Hyphen Hydrogen to Sign Agreement for Namibian Hydrogen Hub

  • Hyphen Hydrogen is expected to sign the hydrogen hub’s implementation agreement before the year’s end.
  • Construction of the first-phase facility is expected to commence in January 2025

Hyphen Hydrogen Energy (Pty) Ltd, the selected bidder for a huge green hydrogen project in Namibia, is now expected to put pen to paper for the implementation agreement of the hydrogen hub before the end of the year. The deal is said to be worth USD 10 billion. 

The company made this announcement alongside other updates on the scheme on Thursday. Hyphen said that the Namibian government had approved the appointment of a negotiations team to finalise the deal. When the deal has been signed, the front-end engineering and design phase will be launched. 

Hyphen has also contracted Boston Consulting Group and Lazard as the company’s strategic and financial advisors. Both contractors join Slaughter and May, and ENS Africa to form the legal advisory team of the company. 
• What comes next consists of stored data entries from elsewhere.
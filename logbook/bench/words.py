"""The words of the bench: stations, values, limits and verdicts as a person says them."""

import re
from collections.abc import Mapping

from django.utils.translation import gettext as _
from django.utils.translation import gettext_lazy, ngettext

from logbook.core.figures import MINUS, decimals_for, figure, uncertainty
from logbook.engines.models import LimitLine

_PLACES = re.compile(r"[.,]([0-9]+)")
VERDICTS = {
    "within": gettext_lazy("within"),
    "beyond": gettext_lazy("beyond"),
    "too_close": gettext_lazy("too close to call"),
    "no_limit": gettext_lazy("no limit given"),
}
WAYS = {"loosen": gettext_lazy("loosen"), "tighten": gettext_lazy("tighten")}
DONE = {"loosen": gettext_lazy("loosened"), "tighten": gettext_lazy("tightened")}
HANDS = {"clockwise": gettext_lazy("clockwise"), "anticlockwise": gettext_lazy("anticlockwise")}


def station_title(station: str) -> str:
    """A station as a person says it.

    >>> station_title("3.exhaust"), station_title("1.intake.2"), station_title("main.2.front")
    ('Cylinder 3 exhaust', 'Cylinder 1 intake 2', 'Main 2 front')
    """
    first, *where = station.split(".")
    where = " ".join(part.replace("_", " ") for part in where)
    if first.isdigit():
        return (_("Cylinder %(number)s") % {"number": first} + f" {where}").strip()
    return f"{first.capitalize()} {where}".strip()


def value_as_typed(judgement: Mapping[str, object], mark: str = ".") -> str:
    """A judged value without its unit, to as many decimals as were typed.

    >>> value_as_typed({"value": 0.4, "as_typed": "0.40 mm"}), value_as_typed({"value": 0.31, "as_typed": "0.30; 0.32"})
    ('0.40', '0.31')
    """
    if judgement["value"] is None:
        return "–"
    typed = [len(places) for places in _PLACES.findall(judgement["as_typed"] or "")]
    if not typed:
        return figure(judgement["value"], decimal_mark=mark)
    return f"{judgement['value']:.{max(typed)}f}".replace("-", MINUS).replace(".", mark)


def value_words(judgement: Mapping[str, object], mark: str = ".") -> str:
    """A judged value with its unit and what its gauge leaves open.

    >>> value_words({"value": 0.33, "unit": "mm", "expanded_uncertainty": 0.0099})
    '0.3300 ± 0.0099 mm'
    """
    if judgement["value"] is None:
        return _("not measured: %(why)s") % {"why": judgement.get("not_measured", "")}
    unit, expanded = judgement["unit"], judgement["expanded_uncertainty"]
    if bound := judgement.get("bound"):
        side = _("under") if bound == "below" else _("over")
        return f"{side} {figure(judgement['value'], decimal_mark=mark)} {unit}"
    told = figure(judgement["value"], expanded, mark)
    return f"{told} ± {uncertainty(expanded, mark)} {unit}" if expanded else f"{told} {unit}"


def verdict_words(judgement: Mapping[str, object], mark: str = ".") -> str:
    """The verdict and how far from which limit.

    >>> told = {"value": 0.33, "unit": "mm", "expanded_uncertainty": 0.0099, "lower": 0.35, "upper": 0.45}
    >>> verdict_words({**told, "verdict": "beyond"})
    'beyond: 0.02 mm under the lower limit'
    """
    word, value = str(VERDICTS[judgement["verdict"]]), judgement["value"]
    edges = {_("lower limit"): judgement["lower"], _("upper limit"): judgement["upper"]}
    near = {name: value - edge for name, edge in edges.items() if edge is not None and value is not None}
    if judgement["verdict"] == "no_limit" or not near:
        return word
    name = min(near, key=lambda one: abs(near[one]))
    apart = f"{figure(margin(near[name], judgement), decimal_mark=mark)} {judgement['unit']}"
    if abs(near[name]) < 1e-12:
        return _("%(verdict)s: on the %(limit)s") % {"verdict": word, "limit": name}
    told = {"verdict": word, "apart": apart, "limit": name}
    if near[name] < 0:
        return _("%(verdict)s: %(apart)s under the %(limit)s") % told
    return _("%(verdict)s: %(apart)s over the %(limit)s") % told


def margin(apart: float, judgement: Mapping[str, object]) -> float:
    """How far a value lies from a limit, to the digit its uncertainty bears; what would round to nought stays."""
    expanded = judgement.get("expanded_uncertainty")
    return (round(abs(apart), decimals_for(expanded)) if expanded else 0.0) or abs(apart)


def limit_words(line: LimitLine) -> str:
    """Setting zone and limits of a line as they were typed: "set 0.38 to 0.42 mm · limits 0.35 to 0.45 mm"."""
    parts = []
    if line.set_lower or line.set_upper:
        parts.append(_("set %(span)s") % {"span": span(line.set_lower, line.set_upper)})
    if line.lower or line.upper:
        parts.append(_("limits %(span)s") % {"span": span(line.lower, line.upper)})
    if line.condition:
        parts.append(line.condition)
    return " · ".join(parts)


def span(lower: str, upper: str) -> str:
    """Two figures as typed; the unit of the first is left out where both have the same.

    >>> span("0.35 mm", "0.45 mm"), span("24 bar", "")
    ('0.35 to 0.45 mm', '24 bar or more')
    """
    if not upper:
        return _("%(lower)s or more") % {"lower": lower}
    if not lower:
        return _("%(upper)s or less") % {"upper": upper}
    number, _space, unit = lower.partition(" ")
    told = {"lower": number if unit and unit == upper.partition(" ")[2] else lower, "upper": upper}
    return _("%(lower)s to %(upper)s") % told


def act_words(act: Mapping[str, object], mark: str = ".") -> str:
    """An act that a finding calls for, in the words of who does it."""
    if act["act"] == "turn_screw":
        told = {"way": WAYS[act["direction"]], "turns": f"{act['turns']:.2f}".replace(".", mark),
                "degrees": act["degrees"], "hand": HANDS[act["hand"]]}  # fmt: skip
        return _("%(way)s the screw %(turns)s turn (%(degrees)s° %(hand)s)") % told
    if act["act"] == "fit_shim":
        told = {"thickness": f"{figure(act['thickness'], decimal_mark=mark)} {act['unit']}",
                "source": _("stock") if act["from"] == "stock" else station_title(act["from"])}  # fmt: skip
        return _("fit the shim of %(thickness)s from %(source)s") % told
    if act["act"] == "open_up_and_measure_again":
        return _("open up and measure again")
    if act["act"] == "close_down_and_measure_again":
        return _("close down and measure again")
    return act["act"].replace("_", " ")


def done_words(act: Mapping[str, object], mark: str = ".") -> str:
    """The same act once it is done, ready to be kept."""
    if act["act"] == "fit_shim":
        return _("shim of %(thickness)s fitted") % {
            "thickness": f"{figure(act['thickness'], decimal_mark=mark)} {act['unit']}"
        }
    if act["act"] != "turn_screw":
        return {"loosen": _("opened up"), "tighten": _("closed down")}.get(act.get("direction", ""), "")
    told = {"way": DONE[act["direction"]], "turns": f"{act['turns']:.2f}".replace(".", mark), "degrees": act["degrees"]}
    return _("screw %(way)s %(turns)s turn (%(degrees)s°)") % told


def ago_words(hours: float | None, days: int) -> str:
    """How long ago, in running hours where both are known, else in days."""
    if hours is not None and hours >= 0:
        return _("%(hours)s h ago") % {"hours": f"{hours:.0f}"}
    return ngettext("%(days)s day ago", "%(days)s days ago", days) % {"days": days}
As reported earlier, Hyphen has been selected as a gigawatt-scale green hydrogen production hub developer that will sit on 4,000 square kilometres of land within the Tsau //Khaev National park. The project, which has multiple phases, expects an addition of 5 to 6 GW of renewable energy generation capacity and 3 GW of electrolysers to produce an estimated 350,000 tonnes of green hydrogen yearly at full scale. 

Construction of the first-phase facility is expected to commence in January 2025, with commissioning by the end of 2026.

Meanwhile, Hyphen’s sister company, Hyphen Technical, and its partners TransNamib, CMB.TECH and the University of Namibia have been officially chosen to develop a EUR-7.63-million hydrogen-powered locomotive conversion project, part-funded by the German Federal Ministry of Education and Research (BMBF) through the Namibian government. This initiative is the first step in the plan to convert the entire locomotive fleet of state-owned railway company TransNamib to run on green fuels, Hyphen said.